Fear cam be in several form, the first one is Avoid any accident
Don’t run! Don’t touch that pan! Don’t play with that dirty thing! Be carefull! — Have you ever count how many times do you say those statement to your child? Suddenly, a mom has turn to be a security officer, constantly in alert condition and must have an eagle eye to look for any danger that come near. Sometime we are so paranoid with the small things.
It is a default reflect for a mom or dad to protect her/his kid by avoiding problems. However, according to brain study, what the parent do is actually prevent a learning to happen. Tony Buzan explain in his book Child Brain, that a child is learning by Trial, Event, Feedback, Check, Adjust, Check (TEFCAS). When you tell your child not to run, he actually do not learn that running might be danger. Until he felt the hurt of bruise, he actually did not learn the true consequence of running, except your scream. Maybe that’s why we often say “How many times do I have to told you not to…”, “Dont you ever learn that…. Is danger?”
Is that mean that we just let our child gone thru all the pain that we surely can helped them not to have one? I think we must define what danger is. The limit may differ between one parent to another. For me, the guideline is only to avoid lifethreatening act like running to the street, or the one that cannot reversible, such as broken bones,etc.
My big boy is an energetic, horsepower kid that never stop moving until he sleep. Although I’ve tried to use positive statement such as “walking please”, “stand still”, he seems to keep running and jumping around. He bumped his head many times before the age of 3 that leave the bump permanently on his forehead. At the age of 4,5 he broke his right arm, after jumping from pick up in front our house. He had to had 2 surgeries to fix his arm and now he is left-handed. I’m not sure if he was truly left-handed or not.
People might think I’m not good mom because I let my kids feel the consequence of their act, rather tell him what not to do. I do warn him, but somehow he has strong urge to do it anyway. So, if it was not danger that could threat his life or caused a lifetime disability, I save my energy to the time he came with bruise. I will empathy with his pain, gave him treatment, after he calm down, I will explain what just happened.

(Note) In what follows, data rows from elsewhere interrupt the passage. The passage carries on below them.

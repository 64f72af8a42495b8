//! Resolves the stages of a model into dof-level load programs: which dofs
//! are prescribed and to what value at the end of each stage, the
//! pressurised sides with their start and end pressures, and the dead-load
//! vector at the end of each stage. Unknown set names are reported here,
//! before any work is done.

use std::collections::BTreeMap;

use olli_mesh::Side;

use crate::assembly::Discretization;
use crate::error::SolveError;
use crate::insert::rotation;
use crate::load::dead::{add_body_force, add_node_force, add_side_force};
use crate::model::{Ramp, RotationMotion, BODY_FORCE_RAMP};

/// [`StageProgram::arc_of_dof`] of a dof that follows no arc.
pub const NO_ARC: u32 = u32::MAX;
/// [`StageProgram::arc_of_dof`] of a dof held where it was at the stage start
/// (an earlier stage turned it).
pub const HOLD_AT_START: u32 = u32::MAX - 1;

/// Where a node of a turned set is at ramp fraction `a` of the stage, from
/// its position `start` at the stage start: the exact arc about the axis,
/// then the translation.
pub fn arc_position(m: &RotationMotion, a: f64, start: [f64; 3]) -> [f64; 3] {
    let r = rotation::rotation(m.rotation.map(|v| a * v));
    let arm = [0, 1, 2].map(|i| start[i] - m.center[i]);
    let turned = rotation::apply(&r, arm);
    [0, 1, 2].map(|i| m.center[i] + turned[i] + a * m.translation[i])
}

/// One pressurised side set during a stage.
#[derive(Debug, Clone)]
pub struct PressureProgram {
    /// The side set's name.
    pub name: String,
    /// The loaded sides.
    pub sides: Vec<Side>,
    /// Pressure at the stage start (stress units).
    pub start: f64,
    /// Pressure at the stage end (stress units).
    pub end: f64,
    /// How the pressure goes from `start` to `end` over the stage.
    pub ramp: Ramp,
}

/// A stage as seen by the Newton driver.
#[derive(Debug, Clone)]
pub struct StageProgram {
    /// Prescribed flag of every global dof.
    pub prescribed: Vec<bool>,
    /// End-of-stage value of the prescribed dofs (others unused).
    pub target: Vec<f64>,
    /// Index into `ramps` of each dof's ramp (0: linear).
    pub ramp_of_dof: Vec<u32>,
    /// Index into `arcs` of each dof of a turned set, else [`NO_ARC`] (moves
    /// towards `target`) or [`HOLD_AT_START`].
    pub arc_of_dof: Vec<u32>,
    /// The rigid turns of this stage.
    pub arcs: Vec<RotationMotion>,
    /// The ramps of the stage; index 0 is linear.
    pub ramps: Vec<Ramp>,
    /// The pressurised side sets.
    pub pressures: Vec<PressureProgram>,
    /// Dead load at the start of the stage.
    pub dead_start: Vec<f64>,
    /// Changes of the dead load over the stage, each with its ramp.
    pub dead_changes: Vec<(Ramp, Vec<f64>)>,
    /// Dofs held before this stage and let go at its start.
    pub released: Vec<usize>,
}

impl StageProgram {
    /// This program with the release loads of its stage: `reactions` (the
    /// nodal reactions of the last converged increment, `dim` per node) at
    /// the released dofs, applied at the start and ramped linearly to zero,
    /// so the let-go part starts in equilibrium and relaxes.
    pub fn with_release_loads(&self, reactions: &[[f64; 3]], dim: usize) -> StageProgram {
        let mut prog = self.clone();
        let mut change = vec![0.0; self.dead_start.len()];
        for &d in &self.released {
            let r = reactions.get(d / dim).map_or(0.0, |r| r[d % dim]);
            prog.dead_start[d] += r;
            change[d] = -r;
        }
        prog.dead_changes.push((Ramp::Linear, change));
        prog
    }

    /// The dead load vector at stage fraction `t` into `f`.
    pub fn dead_at(&self, t: f64, f: &mut [f64]) {
        f.copy_from_slice(&self.dead_start);
        for (ramp, change) in &self.dead_changes {
            let a = ramp.fraction(t);
            for (fi, ci) in f.iter_mut().zip(change) {
                *fi += a * ci;
            }
        }
    }
}

/// Nodes of each set whose reaction is reported.
pub type ReportSets = BTreeMap<String, Vec<usize>>;

/// Resolves all stages, and the sets whose reactions are reported.
pub fn resolve(disc: &Discretization) -> Result<(Vec<StageProgram>, ReportSets), SolveError> {
    let model = disc.model;
    let mesh = disc.mesh();
    let dim = disc.dim;
    let ndof = mesh.node_count() * dim;
    let mut report: BTreeMap<String, Vec<usize>> = mesh.node_sets.clone();
    let mut prescribed = vec![false; ndof];
    let mut target = vec![0.0; ndof];
    let mut pressures: BTreeMap<String, f64> = BTreeMap::new();
    let mut forces: BTreeMap<String, [f64; 3]> = BTreeMap::new();
    let mut body: Option<[f64; 3]> = None;
    let mut dead_prev = vec![0.0; ndof];
    // Dofs an earlier stage turned: held at their stage-start value until re-prescribed.
    let mut turned = vec![false; ndof];
    let mut programs = Vec::new();
    let inserts = crate::insert::Inserts::new(disc)?;
    for stage in &model.stages {
        for drive in &stage.inserts {
            if !model.inserts.iter().any(|i| i.name == drive.insert) {
                return Err(SolveError::BadInsert {
                    insert: drive.insert.clone(),
                    reason: format!("stage `{}` drives an insert that does not exist", stage.name),
                });
            }
        }
        let unknown = |name: &str| SolveError::UnknownSet { stage: stage.name.clone(), name: name.to_string() };
        let ramp_for = |set: &str| stage.ramps.get(set).cloned().unwrap_or_default();
        let mut ramps = vec![Ramp::Linear];
        let mut ramp_of_dof = vec![0u32; ndof];
        let mut released = Vec::new();
        for r in &stage.releases {
            let nodes = mesh.nodes_of_set(&r.set).ok_or_else(|| unknown(&r.set))?;
            for &n in &nodes {
                for i in (0..dim).filter(|&i| r.components[i]) {
                    let d = n * dim + i;
                    turned[d] = false;
                    if std::mem::replace(&mut prescribed[d], false) {
                        released.push(d);
                    }
                }
            }
        }
        for s in &stage.supports {
            let nodes = mesh.nodes_of_set(&s.set).ok_or_else(|| unknown(&s.set))?;
            for &n in &nodes {
                for i in 0..dim {
                    if s.components[i] {
                        prescribed[n * dim + i] = true;
                        target[n * dim + i] = 0.0;
                        turned[n * dim + i] = false;
                    }
                }
            }
            report.insert(s.set.clone(), nodes);
        }
        for m in &stage.motions {
            let nodes = mesh.nodes_of_set(&m.set).ok_or_else(|| unknown(&m.set))?;
            if stage.harmonic.is_some() {
                // Amplitudes of the vibration, not positions: the static program holds.
                report.insert(m.set.clone(), nodes);
                continue;
            }
            let ramp = ramp_for(&m.set);
            let r = if ramp == Ramp::Linear {
                0
            } else {
                ramps.push(ramp);
                (ramps.len() - 1) as u32
            };
            for &n in &nodes {
                for i in 0..dim {
                    if let Some(v) = m.displacement[i] {
                        prescribed[n * dim + i] = true;
                        target[n * dim + i] = v;
                        turned[n * dim + i] = false;
                        ramp_of_dof[n * dim + i] = r;
                    }
                }
            }
            report.insert(m.set.clone(), nodes);
        }
        let mut arc_of_dof: Vec<u32> = turned.iter().map(|&h| if h { HOLD_AT_START } else { NO_ARC }).collect();
        for (k, m) in stage.rotations.iter().enumerate() {
            let nodes = mesh.nodes_of_set(&m.set).ok_or_else(|| unknown(&m.set))?;
            let ramp = ramp_for(&m.set);
            let r = if ramp == Ramp::Linear {
                0
            } else {
                ramps.push(ramp);
                (ramps.len() - 1) as u32
            };
            for &n in &nodes {
                for d in n * dim..(n + 1) * dim {
                    prescribed[d] = true;
                    arc_of_dof[d] = k as u32;
                    ramp_of_dof[d] = r;
                    turned[d] = true;
                }
            }
            report.insert(m.set.clone(), nodes);
        }
        inserts.mark_bonded(&mut prescribed);
        let before = pressures.clone();
        for p in &stage.pressures {
            if !mesh.side_sets.contains_key(&p.set) {
                return Err(if mesh.nodes_of_set(&p.set).is_some() {
                    SolveError::NotASideSet { stage: stage.name.clone(), name: p.set.clone() }
                } else {
                    unknown(&p.set)
                });
            }
            pressures.insert(p.set.clone(), p.value);
        }
        let pressure_programs = pressures
            .iter()
            .map(|(name, &end)| PressureProgram {
                name: name.clone(),
                sides: mesh.side_sets[name].clone(),
                start: before.get(name).copied().unwrap_or(0.0),
                end,
                ramp: ramp_for(name),
            })
            .collect();
        let forces_before = forces.clone();
        for f in &stage.forces {
            if mesh.nodes_of_set(&f.set).is_none() {
                return Err(unknown(&f.set));
            }
            forces.insert(f.set.clone(), f.total);
        }
        let body_before = body;
        if stage.body_force.is_some() {
            body = stage.body_force;
        }
        // Each changed load contributes its change with its own ramp.
        let mut dead_changes = Vec::new();
        for (name, total) in &forces {
            let old = forces_before.get(name).copied().unwrap_or([0.0; 3]);
            if old == *total {
                continue;
            }
            let delta = [total[0] - old[0], total[1] - old[1], total[2] - old[2]];
            let mut change = vec![0.0; ndof];
            if let Some(sides) = mesh.side_sets.get(name) {
                add_side_force(mesh, model.analysis, dim, sides, delta, &mut change);
            } else if let Some(nodes) = mesh.nodes_of_set(name) {
                add_node_force(dim, &nodes, delta, &mut change);
            }
            dead_changes.push((ramp_for(name), change));
        }
        if body != body_before {
            let (new, old) = (body.unwrap_or([0.0; 3]), body_before.unwrap_or([0.0; 3]));
            let mut change = vec![0.0; ndof];
            add_body_force(disc, [new[0] - old[0], new[1] - old[1], new[2] - old[2]], &mut change);
            dead_changes.push((ramp_for(BODY_FORCE_RAMP), change));
        }
        let mut dead = dead_prev.clone();
        for (_, change) in &dead_changes {
            for (d, c) in dead.iter_mut().zip(change) {
                *d += c;
            }
        }
        programs.push(StageProgram {
            prescribed: prescribed.clone(),
            target: target.clone(),
            ramp_of_dof,
            arc_of_dof,
            arcs: stage.rotations.clone(),
            ramps,
            pressures: pressure_programs,
            dead_start: std::mem::replace(&mut dead_prev, dead),
            dead_changes,
            released,
        });
    }
    Ok((programs, report))
}
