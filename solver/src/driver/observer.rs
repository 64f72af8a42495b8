//! Progress events of a solve, so a command-line front end can show progress
//! and write results as increments converge.

use crate::error::SolveError;
use crate::linear::FactorKind;
use crate::results::{DynamicResult, IncrementResult};

/// One progress event.
#[derive(Debug)]
pub enum Event<'a> {
    /// A stage begins.
    StageStart {
        /// 0-based index of the stage.
        stage: usize,
        /// Stage name.
        name: &'a str,
        /// Number of equations solved in this stage.
        equations: usize,
    },
    /// An increment begins.
    IncrementStart {
        /// 0-based index of the stage.
        stage: usize,
        /// 1-based increment number within the stage.
        increment: usize,
        /// Fraction of the stage the increment aims for (0–1].
        load_factor: f64,
        /// Size of the increment (fraction of the stage).
        step: f64,
    },
    /// After each Newton correction: the out-of-balance force at the updated
    /// state (absolute and relative to the force scale), the line-search step
    /// length taken, and the factorization used.
    Iteration {
        /// 1-based Newton iteration number.
        iteration: usize,
        /// Out-of-balance force norm (force units).
        residual: f64,
        /// `residual` relative to the force scale (the convergence measure).
        relative: f64,
        /// Line-search step length (1: full Newton step).
        line_search: f64,
        /// Factorization used for this correction.
        factor: FactorKind,
    },
    /// The tangent was not positive definite; `factor` says what was used instead.
    LinearFallback {
        /// 0-based index of the stage.
        stage: usize,
        /// 1-based increment number within the stage.
        increment: usize,
        /// 1-based Newton iteration number.
        iteration: usize,
        /// The factorization used instead of Cholesky.
        factor: FactorKind,
    },
    /// Plain Newton failed on this increment (`reason`); it is tried again
    /// with damped steps before any cutback.
    DampedRetry {
        /// Stage index (0-based).
        stage: usize,
        /// Increment of the stage (1-based).
        increment: usize,
        /// Why plain Newton failed.
        reason: &'a SolveError,
    },
    /// An increment failed and is retried smaller.
    Cutback {
        /// 0-based index of the stage.
        stage: usize,
        /// Load factor of the last converged state, where the retry starts.
        load_factor: f64,
        /// The new, smaller step (fraction of the stage).
        step: f64,
        /// Why the increment failed.
        reason: &'a SolveError,
    },
    /// An increment converged, with its results.
    Converged(&'a IncrementResult),
    /// A harmonic stage finished, with the complex stiffness it found.
    Harmonic(&'a DynamicResult),
}

/// Receives progress events.
pub trait Observer {
    /// Called for every event, in order.
    fn event(&mut self, event: &Event);
}

/// Ignores every event.
#[derive(Debug, Default, Clone, Copy)]
pub struct Quiet;

impl Observer for Quiet {
    fn event(&mut self, _: &Event) {}
}

impl<F: FnMut(&Event)> Observer for F {
    fn event(&mut self, event: &Event) {
        self(event)
    }
}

But I was not a brave mom too. I can’t leave him alone, even at home. A babysitter will accompany him all the time if I was not beside him. I’m not sure that is a good thing or not, because now Fab will be afraid to be left alone, even for a short bathtime. He is 6 years old now and I just made him dependable to other. I think, I’m not alone. I saw several families that have one babysitter for each child, so if there are 3 children, it will be 3 babysitters. The child was like a star that has bodyguard who follow him everywhere.
Lenore Skenazy, the writer of Free range kids, said that our child can not have the same childhood as we were. Parents have gone too far and become over-parenting. Despite of the declining number of kid violance, parent did not allow their child go alone even to the park next door. Kidnapping, murder has become the first thing that pop up in parents mind, that made them lock children in the house like a prisoner. Playing time has changed to TV time or other digital game, which in turn not safe as well.
Fear, worry, anxiety has turn us to be over protective. Parent make all the decision for his/her child for the sake of safety. In long term, it will make child incapable of decision making in their life.
I am now trying to define what I should help and not. And it is not an easy thing to do. I used to be an analyst and project manager. My job is to make sure everything went well and failure is never acceptable.